Maroc : Des projets d’autoroutes stratégiques pour améliorer la connectivité nationale
La Maroc se dote d’un réseau autoroutier en pleine expansion
Le développement du réseau autoroutier marocain prend un nouvel essor avec la création d’infrastructures stratégiques pour connecter davantage les régions du pays. Depuis sa création, la Société nationale des routes du Maroc a mis en place un réseau de 1.800 kilomètres, se positionnant comme le deuxième en Afrique derrière celui de l’Afrique du Sud. De nouveaux projets ambitieux ont été annoncés pour renforcer cette infrastructure essentielle.
Rabat-Casablanca, le projet phare
Le projet le plus attendu est sans conteste l’autoroute continentale Rabat-Casablanca. S’étendant sur 60 kilomètres, cet axe reliera le contournement de Rabat à celui de Casablanca, facilitant ainsi le trafic entre ces deux grandes villes. Estimé à 6,5 milliards de dirhams, ce projet devrait désengorger l’une des autoroutes les plus fréquentées du Royaume. Ce développement fait partie d’un programme stratégique entre l’État et l’ADM, prévoyant un budget total de 12,5 milliards de dirhams pour divers projets de 2025 à 2032.
Renforcement de l’accessibilité urbaine
Outre l’amélioration des déplacements entre Rabat et Casablanca, le programme inclut des projets visant à améliorer l’accessibilité au Grand Stade de Casablanca et à rationaliser le corridor Rabat-Casablanca. Ces initiatives répondent à la nécessité de préparer le pays à accueillir plusieurs grands événements au cours des prochaines années, augmentant ainsi l’importance de la connectivité régionale.

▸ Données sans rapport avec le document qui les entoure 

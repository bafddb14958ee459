"""Tests of takescribe.report.practice: the files of a practice report and their formats.

Outside references: the MusicXML 4.0 XSD (W3C Music Notation Community Group, via the
``musicxml_schema`` fixture), music21's MusicXML reader, Python's html.parser and json,
libsndfile (soundfile) for the embedded audio.
"""

from __future__ import annotations

import base64
import io
import json
import re
import sys
from html.parser import HTMLParser
from pathlib import Path

import numpy as np
import pytest
import soundfile as sf
from lxml import etree

sys.path.insert(0, str(Path(__file__).resolve().parent))
from test_compare import FakeAlignment, _restart_take, _single_line, study  # noqa: E402

from takescribe.comparison.compare import KINDS, compare_notes  # noqa: E402
from takescribe.errors import OutputError  # noqa: E402
from takescribe.notes import Note  # noqa: E402
from takescribe.report.practice import KIND_STYLES, annotate_musicxml, write_report  # noqa: E402


def _comparison_with_everything():
    """A take with a wrong, a missed, an extra, a late, a held-short note, a hesitation and a restart."""
    ref = study(n_measures=12)
    back_k = next(k for k, n in enumerate(ref.notes) if n.measure == 8)
    stop_k = next(k for k, n in enumerate(ref.notes) if n.measure == 9 and n.beat >= 3.0)
    played, shift = _restart_take(ref, stop_k, back_k)
    singles = _single_line(ref)
    k_wrong, k_missed, k_late, k_short = singles[3], singles[7], singles[11], singles[14]
    edited = []
    for n in played:
        if abs(n.onset - ref.notes[k_wrong].onset) < 1e-9 and n.pitch == ref.notes[k_wrong].pitch:
            n = Note(n.onset, n.offset, n.pitch + 1)
        elif abs(n.onset - ref.notes[k_missed].onset) < 1e-9 and n.pitch == ref.notes[k_missed].pitch:
            continue
        elif abs(n.onset - ref.notes[k_late].onset) < 1e-9 and n.pitch == ref.notes[k_late].pitch:
            n = Note(n.onset + 0.2, n.offset + 0.2, n.pitch)
        elif abs(n.onset - ref.notes[k_short].onset) < 1e-9 and n.pitch == ref.notes[k_short].pitch:
            n = Note(n.onset, n.onset + 0.25 * (n.offset - n.onset), n.pitch)
        edited.append(n)
    pause_at = ref.notes[singles[20]].onset
    edited = [Note(n.onset + 1.0, n.offset + 1.0, n.pitch) if n.onset >= pause_at - 1e-9 else n for n in edited]
    edited.append(Note(3.3, 3.5, 88))
    end = ref.notes[-1].offset
    s_back = ref.notes[back_k].onset
    path_s = [0, pause_at, pause_at, s_back, s_back, end]
    path_t = [0, pause_at, pause_at + 1.0, s_back + 1.0, s_back + 1.0 + shift, end + 1.0 + shift]
    result = compare_notes(ref, FakeAlignment(path_s, path_t), edited)
    return ref, result


@pytest.fixture(scope="module")
def everything():
    return _comparison_with_everything()


def test_the_synthetic_take_has_every_kind(everything):
    _, result = everything
    counts = result.summary["counts"]
    for kind in ("wrong_pitch", "missed", "extra", "late", "held_short", "hesitation", "restart"):
        assert counts[kind] >= 1, (kind, counts)


def test_files_written_and_refused_without_force(tmp_path, everything):
    ref, result = everything
    folder = tmp_path / "out" / "report"
    midi = b"MThd\x00\x00\x00\x06\x00\x00\x00\x01\x01\xe0MTrk\x00\x00\x00\x04\x00\xff\x2f\x00"  # SMF 1.0: empty type-0 file
    written = write_report(folder, result, ref, draft_midi_bytes=midi)
    assert set(written) == {"report.html", "findings.json", "annotated.musicxml", "take.mid"}
    for path in written.values():
        assert path.is_file() and path.stat().st_size > 0
    assert (folder / "take.mid").read_bytes() == midi
    with pytest.raises(OutputError, match="already exist"):
        write_report(folder, result, ref)
    write_report(folder, result, ref, force=True)
    assert not any(p.name.endswith(".partial") for p in folder.iterdir())


def test_findings_json_schema(tmp_path, everything):
    ref, result = everything
    write_report(tmp_path, result, ref)
    doc = json.loads((tmp_path / "findings.json").read_text(encoding="utf-8"))
    assert doc["schema"] == "takescribe-findings/1"
    assert set(doc["summary"]["counts"]) == set(KINDS)
    for f in doc["findings"]:
        for key in ("id", "kind", "measure", "beat", "time", "expected_pitch", "played_pitch", "deviation",
                    "reference_index", "played_index", "linked_to", "text"):
            assert key in f
    restart = next(f for f in doc["findings"] if f["kind"] == "restart")
    assert all(restart[k] is not None for k in ("from_time", "to_time", "from_measure", "to_measure"))
    assert any(f["linked_to"] == restart["id"] for f in doc["findings"])


def test_annotated_musicxml_validates_and_reimports(tmp_path, everything, musicxml_schema):
    ref, result = everything
    write_report(tmp_path, result, ref)
    data = (tmp_path / "annotated.musicxml").read_bytes()
    document = etree.fromstring(data)
    schema = musicxml_schema
    # MusicXML 4.0 XSD (W3C Music Notation Community Group): the file must be valid
    assert schema.validate(document), schema.error_log.filter_from_errors()[:5]
    # every kind with a notehead shows up with its colour and shape
    heads = {(h.text, h.get("color")) for h in document.iter("notehead")}
    for kind in ("wrong_pitch", "missed", "late", "held_short"):
        assert (KIND_STYLES[kind].notehead, KIND_STYLES[kind].colour) in heads
    words = " ".join(t.text or "" for t in document.iter("words"))
    assert "+E6" in words and "restart: back to bar 8" in words
    # music21 reads it back with the same number of notes as the part
    import music21

    score = music21.converter.parse(data, format="musicxml").stripTies()
    pitches = sorted(p.midi for n in score.recurse().notes for p in n.pitches)
    assert pitches == sorted(n.pitch for n in ref.notes)


def test_annotated_musicxml_from_a_real_file(tmp_path, musicxml_schema):
    """Annotate a MusicXML file written by music21 (our own little tune) and validate it."""
    import music21

    from takescribe.reference.part import load_reference

    tune = music21.converter.parse("tinyNotation: 4/4 c4 d8 e8 f4 g4 a4 g4 e4 c4 d2 r2", makeNotation=True)
    source = tmp_path / "tune.musicxml"
    tune.write("musicxml", fp=str(source))
    ref = load_reference(source)
    played = [Note(n.onset, n.offset, n.pitch + (2 if k == 3 else 0)) for k, n in enumerate(ref.notes) if k != 5]
    result = compare_notes(ref, None, played)
    assert {f.kind for f in result.findings} == {"wrong_pitch", "missed"}
    data = annotate_musicxml(result, ref)
    assert musicxml_schema.validate(etree.fromstring(data))
    marked = [n for n in etree.fromstring(data).iter("note") if n.get("color")]
    assert len(marked) == 2


class _Collector(HTMLParser):
    def __init__(self):
        super().__init__()
        self.tags: list = []
        self.references: list = []

    def handle_starttag(self, tag, attrs):
        self.tags.append(tag)
        for name, value in attrs:
            if name in ("src", "href", "xlink:href", "data", "action", "poster") and value:
                self.references.append(value)


def test_html_is_self_contained_with_piano_roll_and_table(tmp_path, everything):
    ref, result = everything
    take = tmp_path / "take.flac"
    sr = 8000
    sf.write(take, (0.1 * np.sin(2 * np.pi * 440 * np.arange(sr) / sr)).astype(np.float32), sr)
    write_report(tmp_path / "r", result, ref, take_path=take)
    page = (tmp_path / "r" / "report.html").read_text(encoding="utf-8")
    parser = _Collector()
    parser.feed(page)
    assert parser.tags.count("svg") >= 3  # piano-roll rows, tempo curve, legend and table markers
    assert "table" in parser.tags and page.count("<tr") == len(result.findings) + 1
    assert "not a grade" in page and "on this computer only" in page
    # nothing is fetched from elsewhere: every src/href is a data: URI or an in-page anchor
    assert parser.references, "the audio should be embedded"
    for ref_value in parser.references:
        assert ref_value.startswith(("data:", "#")), ref_value
    assert not re.search(r"""(src|href)\s*=\s*["']?\s*(https?:)?//""", page)
    assert "@import" not in page and "url(http" not in page
    # the embedded audio decodes back to the take (libsndfile)
    uri = next(r for r in parser.references if r.startswith("data:audio/"))
    audio, audio_sr = sf.read(io.BytesIO(base64.b64decode(uri.split(",", 1)[1])))
    assert audio_sr == sr and len(audio) == sr
    for f in result.findings:
        assert f"#{f.id} " in page


def test_large_take_is_embedded_smaller(tmp_path, everything, monkeypatch):
    import takescribe.report.practice as report

    ref, result = everything
    take = tmp_path / "take.wav"
    sr = 22050
    sf.write(take, (0.1 * np.sin(2 * np.pi * 220 * np.arange(3 * sr) / sr)).astype(np.float32), sr)
    monkeypatch.setattr(report, "MAX_EMBED_BYTES", take.stat().st_size // 4)
    mime, data = report._embedded_audio(take)
    assert len(data) < take.stat().st_size // 4
    audio, audio_sr = sf.read(io.BytesIO(data))
    assert audio_sr <= 16000 and abs(len(audio) / audio_sr - 3.0) < 0.05


def test_annotated_two_staff_fixture_validates(tmp_path, musicxml_schema):
    """A committed piano part (two staves, chords) annotated from its deviation take."""
    from takescribe.export.noteio import read_notes
    from takescribe.reference.part import load_reference

    folder = Path(__file__).resolve().parents[1] / "fixtures" / "deviations"
    score, take = folder / "dev_piano_march.musicxml", folder / "dev_piano_march_pitch.txt"
    if not (score.exists() and take.exists()):
        pytest.skip(f"deviation fixtures not built in {folder}")
    ref = load_reference(score)
    result = compare_notes(ref, None, read_notes(take))
    data = annotate_musicxml(result, ref)
    document = etree.fromstring(data)
    schema = musicxml_schema
    assert schema.validate(document), schema.error_log.filter_from_errors()[:5]
    # both staves are kept, and every finding on a note of the part is marked on that note
    assert len(document.findall(".//note")) >= len(ref.notes)
    marked = {f.reference_index for f in result.findings if f.reference_index is not None and f.kind != "restart"}
    assert len([n for n in document.iter("note") if n.get("color")]) == len(marked) > 0


@pytest.mark.parametrize("beat, shown", [(1.0, "1"), (3.5, "3½"), (2.25, "2¼"), (4.75, "4¾"), (1 + 1 / 3, "1⅓"),
                                         (2.98, "3"), (3.41, "3.4"), (None, "")])
def test_beats_are_shown_as_musicians_count_them(beat, shown):
    # Common practice, no source: positions inside a beat are read as halves, quarters and
    # thirds (triplets) of it; anything else is shown to one decimal.
    from takescribe.report.practice import _format_beat

    assert _format_beat(beat) == shown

L’axe Tit Mellil-Berrechid, première pierre angulaire
L’ouverture de l’autoroute Tit Mellil-Berrechid, prévue pour le 27 novembre 2025, représente une première étape significative pour améliorer la circulation autour de Casablanca. Long de 30 kilomètres et construit pour un coût de 2,5 milliards de dirhams, ce projet relie déjà des axes essentiels reliant Casablanca à Marrakech et Berrechid à Béni Mellal.
Le projet Guercif-Nador se concrétise
À l’est, le chantier Guercif-Nador constitue un autre projet majeur en cours. Cette autoroute, reliant le port de Nador West Med au réseau national, vise à soutenir le développement de la région Orientale. Lancé avec un coût initial de 5,5 milliards de dirhams, le projet a vu des progrès notables, notamment le démarrage du premier tronçon de 36,7 kilomètres et l’achèvement de 80% du tronçon Driouch-Nador West Med. L’objectif annoncé est une mise en service complète d’ici 2028.
Un avenir prometteur avec Fès-Marrakech
Parmi les projets à venir, l’autoroute Fès-Marrakech est considérée comme l’un des plus structurants. Les études préparatoires ont débuté pour un axe d’environ 420 kilomètres, passant par des villes clés comme Meknès, Khénifra et Béni Mellal. Avec un coût estimé à près de 28 milliards de dirhams, ce projet pourrait réduire significativement les temps de trajet tout en intégrant mieux les régions de l’intérieur au réseau économique national.
Multiples projets en perspective
D’autres projets sont en phase de planification ou d’étude, notamment le contournement est de Safi, l’extension Agadir-Tiznit, ainsi que plusieurs axes reliant d’autres importantes villes du pays. Même si leur avancement varie, tous ces projets montrent clairement que le réseau autoroutier marocain ne se limite plus à relier les grandes métropoles côtières. Il vise désormais à renforcer la connectivité entre ports, régions intérieures et nouveaux pôles de développement, soulignant l’ambition du Maroc d’améliorer son infrastructure routière pour soutenir sa croissance économique future.